▼▽ 本日の記事・目次 ▽▼
▼01 崩壊する介護5
事故報告書が語るストレッチャー転落・死亡事故
~ そして新たな疑惑へ ~
▼02 こども病院人工島移転再考 その3
~こども病院は誰の夢を膨らませている?~
▼01 崩壊する介護5
事故報告書が語るストレッチャー転落・死亡事故
~ そして新たな疑惑へ ~
杜撰な事故報告
特養「L」の極めて重大な過失によって引き起こされた事故で、ストレッチャーから転落、頭を強打して出血した入所者を運んだ先は、城南区にある「協力病院」だった。しかも救急搬送ではなく施設の車を使ってである。人命軽視との批判を受けても仕方があるまい。

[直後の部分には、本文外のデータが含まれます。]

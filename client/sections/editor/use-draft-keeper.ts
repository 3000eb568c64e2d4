import { useEffect, useState, useSyncExternalStore } from 'react';
import { sectionEndpoints } from '#server/contracts/section-endpoints.ts';
import { OfflineError, ProblemError } from '#client/api/request.ts';
import { type DraftInput, keepDraft } from '#client/api/sections.ts';
import { useMe } from '#client/app/session.tsx';
import { DraftKeeper, type KeeperPorts, type KeeperState, type SendResult } from './draft-keeper.ts';
import { type DraftMirror, draftMirror } from './draft-mirror.ts';

/** The mirror of the signed-in person for a section. */
export function useDraftMirror(sectionId: string): DraftMirror {
  const { id } = useMe();
  const [mirror] = useState(() => draftMirror(localStorage, id, sectionId));
  return mirror;
}

/** Keeps the draft of a section for as long as its editor is open. */
export function useDraftKeeper(sectionId: string, mirror: DraftMirror): readonly [DraftKeeper, KeeperState] {
  return useKeeper<DraftInput>(mirror, {
    keep: (draft) => keepDraft(sectionId, draft),
    address: sectionEndpoints.keepDraft.path.replace(':sectionId', sectionId),
  });
}

interface Keeping<Draft> {
  /** Keeps the draft on the server. */
  readonly keep: (draft: Draft) => Promise<unknown>;
  /** Where a draft is put while the page goes away. */
  readonly address: string;
}

/** Keeps unsaved work for as long as its screen is open; `mirror` and `keeping` of the first call are used. */
export function useKeeper<Draft>(
  mirror: KeeperPorts<Draft>['mirror'],
  keeping: Keeping<Draft>,
): readonly [DraftKeeper<Draft>, KeeperState] {
  const [keeper] = useState(
    () =>
      new DraftKeeper<Draft>({
        send: (draft) => sent(keeping.keep(draft)),
        sendLast: (draft) => {
          sendLast(keeping.address, draft);
        },
        mirror,
        now: () => Date.now(),
        after: (ms, action) => {
          const timer = setTimeout(action, ms);
          return () => {
            clearTimeout(timer);
          };
        },
      }),
  );
  const state = useSyncExternalStore(keeper.subscribe, keeper.state);
  useEffect(() => {
    const leave = () => {
      keeper.leave();
    };
    const hide = () => {
      if (document.visibilityState === 'hidden') keeper.flush();
    };
    const back = () => {
      keeper.flush();
    };
    window.addEventListener('pagehide', leave);
    window.addEventListener('online', back);
    document.addEventListener('visibilitychange', hide);
    return () => {
      window.removeEventListener('pagehide', leave);
      window.removeEventListener('online', back);
      document.removeEventListener('visibilitychange', hide);
      // To another screen of the application: hand over what is left without waiting.
      keeper.flush();
      keeper.stop();
    };
  }, [keeper]);
  return [keeper, state];
}

async function sent(keeping: Promise<unknown>): Promise<SendResult> {
  try {
    await keeping;
    return { kind: 'kept' };
  } catch (error) {
    if (error instanceof OfflineError) return { kind: 'failed', offline: true };
    if (error instanceof ProblemError && isFinal(error.status))
      return { kind: 'refused', reason: error.message };
    return { kind: 'failed', offline: false };
  }
}

/** Refusals that trying again would not change; a lost session or a busy server would. */
function isFinal(status: number): boolean {
  return status >= 400 && status < 500 && ![401, 408, 429].includes(status);
}

/** A request that outlives the page (fetch with keepalive carries up to 64 kB; a draft has a few). */
function sendLast(address: string, draft: unknown): void {
  void fetch(address, {
    method: 'PUT',
    keepalive: true,
    credentials: 'same-origin',
    headers: { 'content-type': 'application/json', accept: 'application/json' },
    body: JSON.stringify(draft),
  }).catch(() => undefined);
}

特養側が福岡市に提出した事故報告書は不十分なもので、「バイタルチェック」を実施しながらその測定値さえ記載されていない。また、死因として「外傷性ショック」と記しているだけで、肝心の「脳挫傷」という一語は記入されていない。死亡診断書には記載されていたとされる「脳挫傷による」という箇所を、故意に削ったのではないかという疑惑を持たれても仕方あるまい。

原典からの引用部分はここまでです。